How the Jews got our state

Now here's a story I've never heard before, which shows, in my not so humble opinion, just how much God was behind the establishment of the State of Israel.

In August 1947, the United Nations Special Committee on Palestine (UNSCOP) surprisingly recommended ending the British Mandate for Palestine, and partitioning the country into two states: A Jewish state and an Arab state. Sounds familiar, doesn't it? Of course, the Arabs rejected the partition, and when the resolution passed (Resolution 181) on November 29, 1947 they started a war against the Jewish community, which intensified when Britain withdrew on May 15, 1948, and Israel declared its independence.

But UNSCOP was supposed to be very pro-Arab and very anti-Israel. The last thing it was expected to recommend was the establishment of a Jewish state. So how did it happen? Through a combination of Arab intransigence (again, sounds familiar doesn't it?) and Jewish ingenuity (that sounds familiar too).

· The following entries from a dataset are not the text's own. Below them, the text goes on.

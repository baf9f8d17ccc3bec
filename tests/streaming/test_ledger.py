"""The ledger against plain sums over the snapshots, and the record of coefficients."""

from __future__ import annotations

from pathlib import Path

import numpy as np
import pytest

from streaming.ledger import ENTRIES_PER_BLOCK, MAX_ENTRIES, Ledger, first_span
from streaming.moments import Moments
from streaming.record import CoefficientRecord

RNG = np.random.default_rng(12)
R, P = 5, 3


def ledger_of(z: np.ndarray, span: int, batch: int) -> Ledger:
    ledger = Ledger(R, P, span)
    ledger.carry(np.zeros((R, 0)))
    for start in range(0, len(z), batch):
        part = z[start : start + batch]
        ledger.add(part[:, :R], part[:, R:], (part**2).sum(axis=1), np.arange(start, start + len(part), dtype=float))
    return ledger


def read(ledger: Ledger) -> Moments:
    return ledger.moments(np.zeros((P, R)), 0.0)


@pytest.mark.parametrize(("span", "batch"), [(1, 8), (3, 7), (8, 8), (5, 40)])
@pytest.mark.parametrize("n", [10, 64, 500, 2000])
def test_moments_are_those_of_the_snapshots(span: int, batch: int, n: int) -> None:
    z = RNG.standard_normal((n, R + P)) + 1e3
    moments = read(ledger_of(z, span, batch))
    assert 1 <= moments.n_blocks <= MAX_ENTRIES
    assert moments.n_snapshots == n
    np.testing.assert_allclose(moments.mean(), z.mean(axis=0), rtol=1e-13)
    np.testing.assert_allclose(moments.covariance(), np.cov(z.T, bias=True), atol=1e-9)
    np.testing.assert_allclose(moments.energies.sum(), (z**2).sum(), rtol=1e-13)
    start = 0
    for count, mean, scatter, times in zip(
        moments.counts.astype(int), moments.means, moments.scatters, moments.times, strict=True
    ):
        part = z[start : start + count]
        np.testing.assert_allclose(mean, part.mean(axis=0), rtol=1e-12)
        np.testing.assert_allclose(scatter, np.cov(part.T, bias=True) * count, atol=1e-7)
        assert tuple(times) == (start, start + count - 1)
        start += count
    assert len(set(moments.counts[:-1])) <= 1


def test_turning_the_basis_turns_every_entry() -> None:
    z = RNG.standard_normal((300, R + P))
    turn = np.linalg.qr(RNG.standard_normal((R, R)))[0][:4]
    turned = np.concatenate([z[:, :R] @ turn.T, z[:, R:]], axis=1)
    ledger = ledger_of(z, 4, 20)
    ledger.carry(turn)
    moments = read(ledger)
    assert moments.rank == 4
    np.testing.assert_allclose(moments.covariance(), np.cov(turned.T, bias=True), atol=1e-13)
    ledger.add(np.zeros((2, 4)), np.zeros((2, P)), np.zeros(2), np.array([300.0, 301.0]))


def test_joining_neighbours_keeps_all_sums() -> None:
    z = RNG.standard_normal((200, R + P))
    moments = read(ledger_of(z, 5, 20))
    for factor in (2, 3, 7):
        joined = moments.joined(factor)
        assert joined.n_blocks == -(-moments.n_blocks // factor)
        np.testing.assert_allclose(joined.covariance(), moments.covariance(), rtol=1e-12, atol=1e-15)


@pytest.mark.parametrize("block_length", [2, 7, 16, 24, 64, 80, 97])
def test_spans_divide_the_block(block_length: int) -> None:
    span = first_span(block_length)
    assert block_length % span == 0
    assert block_length // span >= min(ENTRIES_PER_BLOCK, block_length)


@pytest.mark.parametrize("on_disk", [True, False])
def test_the_record_gives_all_coefficients_in_the_last_basis(tmp_path: Path, on_disk: bool) -> None:
    record = CoefficientRecord(R, 10, tmp_path / "record" if on_disk else None)
    turns = [np.linalg.qr(RNG.standard_normal((R, R)))[0] for _ in range(4)]
    taken = [RNG.standard_normal((n, R)) for n in (10, 10, 10, 4)]
    for k, (turn, coordinates) in enumerate(zip(turns, taken, strict=True)):
        record.append(10.0 * k + np.arange(len(coordinates)), coordinates, turn, np.full((len(coordinates), 4), k))
    times, coefficients = record.read()
    expected = [taken[3], taken[2] @ turns[3].T, taken[1] @ (turns[3] @ turns[2]).T]
    np.testing.assert_allclose(coefficients[-4:], expected[0])
    np.testing.assert_allclose(coefficients[20:30], expected[1], atol=1e-14)
    np.testing.assert_allclose(coefficients[10:20], expected[2], atol=1e-14)
    assert len(times) == 34
    np.testing.assert_array_equal(record.read_novelty()[1][:, 2], [0] * 10 + [1] * 10 + [2] * 10 + [3] * 4)
    record.fill(times, coefficients, np.zeros((34, 4)))
    np.testing.assert_array_equal(record.read()[1], coefficients)
    record.close()
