package spanwright.suspicion;

import spanwright.plant.Placement;
import spanwright.plant.RouteLength;

/**
 * How likely a cause is, and how likely it makes the alarms: see docs/SUSPECTS.md, which gives the status of every
 * constant. Probabilities are for one day.
 */
final class Likelihood {

    /** Of a circuit being reported down that the cause does not take: equipment, another cause, a wrong record. */
    private static final double DOWN_UNEXPLAINED = 0.01;
    /** Of a circuit being reported up that the cause takes: a missing alarm, a wrong record. */
    private static final double UP_ALTHOUGH_CUT = 0.03;

    /** What a circuit that is down adds where the cause explains it. */
    static final double EXPLAINED = Math.log((1 - UP_ALTHOUGH_CUT) / DOWN_UNEXPLAINED);
    /** What a circuit that is up adds, below 0, where the cause should have taken it down. */
    static final double CONTRADICTED = Math.log(UP_ALTHOUGH_CUT / (1 - DOWN_UNEXPLAINED));

    private static final double DAYS = 365;
    private static final double METRES = 1000;
    /** Of all in an enclosure failing at once, in a year. */
    private static final double ENCLOSURE_A_YEAR = 0.0005;
    /** Of equipment, jumper or drop behind one port failing, in a year. */
    private static final double PORT_A_YEAR = 0.1;
    /** Share of cable damage that takes one tube and leaves the others. */
    private static final double ONE_TUBE = 0.02;
    /** Of tubes crossed when an enclosure was opened and its joints made anew. */
    private static final double CROSSED = 0.02;
    /** Of crossings: tubes of the same colour, one with a tracer. */
    private static final double SAME_COLOR = 0.5;
    /** Of crossings: tubes side by side. */
    private static final double SIDE_BY_SIDE = 0.3;
    /** Of crossings: one tube wrongly joined, to what does not show. */
    private static final double ALONE = 0.1;
    /** Days after which a crossing made then is half as likely to come to light only now. */
    private static final double HALF_LIFE = 3;
    /** Of postings that bear no day of splicing: that the work was done shortly before. */
    static final double POSTED_AFTER = 0.5;
    /** How many days an opening is looked back to. */
    static final int LATELY = 14;

    private static final int COLORS = 12;

    private Likelihood() {}

    /** Of damage to a span on a day. */
    static double span(Placement placement, RouteLength route) {
        double kilometres = route.length().metres() / METRES;
        return (perKilometreAYear(placement) * kilometres + 1e-6) / DAYS;
    }

    private static double perKilometreAYear(Placement placement) {
        return switch (placement) {
            case BURIED -> 0.003;
            case AERIAL -> 0.002;
            case DUCT -> 0.0015;
            case UNDERWATER, INDOOR -> 0.0005;
        };
    }

    static double enclosure() {
        return ENCLOSURE_A_YEAR / DAYS;
    }

    static double port() {
        return PORT_A_YEAR / DAYS;
    }

    /** Of damage to one tube where damage to the whole sheath has a probability. */
    static double tube(double sheath) {
        return sheath * ONE_TUBE;
    }

    /** Of a crossing that it comes to light only so many days after it was made, against the night it was made. */
    static double fresh(double days) {
        return Math.pow(0.5, days / HALF_LIFE);
    }

    /**
     * Of two tubes crossed at an enclosure.
     *
     * @param fresh how likely a crossing there comes to light only now, at most 1
     * @param tubes how many tubes the cable has
     * @param other the other tube; 0 where only one shows
     */
    static double crossed(double fresh, int tubes, int tube, int other) {
        double lately = CROSSED * fresh;
        int apart = Math.abs(tube - other);
        if (other == 0) {
            return lately * ALONE / tubes;
        }
        if (apart == COLORS) {
            return lately * SAME_COLOR / (tubes - COLORS);
        }
        if (apart == 1) {
            return lately * SIDE_BY_SIDE / (tubes - 1);
        }
        return lately * (1 - SAME_COLOR - SIDE_BY_SIDE - ALONE) * 2 / ((double) tubes * tubes);
    }

    /** Whether two tubes are easily taken for each other: of one colour but for a tracer, or side by side. */
    static boolean alike(int tube, int other) {
        return Math.abs(tube - other) == COLORS || Math.abs(tube - other) == 1;
    }

    /** The logarithm of the odds of a cause. */
    static double score(double prior, int explains, int contradicts) {
        return Math.log(prior) + explains * EXPLAINED + contradicts * CONTRADICTED;
    }
}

The Arabs threatened all of their people with death if they spoke to UNSCOP, while the US and Britain wished to maintain an appearance of neutrality, and therefore were not represented on it. That left room for the Haganah's intelligence agency (now the Mossad) to go to work. But the story sounds like something straight out of Salah Shabbati, complete with a very funny coincidence with cows crossing the road (yes, I'm going to give it to you). The real story is coming out now as UNSCOP documents are being declassified and a book about UNSCOP's role is being written by Elad Ben Dror.
The committee consisted of 11 members who arrived in Palestine on June 15, 1947. Because the U.S. and Britain wished to maintain the appearance of neutrality, no international powers were represented in the delegation. The Palestinians believed a deal to establish a Jewish state had already been made behind closed doors and so ordered a complete boycott of committee proceedings. Palestinians were warned against making any contact whatsoever with Unscop, and Arab journalists were forbidden to cover their visit. Out of fear of appearing to support one side over the other, the British, too, avoided contact with the committee. In the vacuum created by the Arabs and the British, Zionist diplomats and spies were able to work unencumbered on the Unscop members. The Jewish Agency (the representative body of the Jewish community in the British Mandate) appointed a former British intelligence officer, Aubrey (Abba) Eban, to serve as a liaison with Unscop. Eban focused his energies on two Latin American members, from Guatemala and Uruguay, who became increasingly pro-Zionist as the committee’s investigation proceeded, providing Eban with inside information on specific members and their deliberations.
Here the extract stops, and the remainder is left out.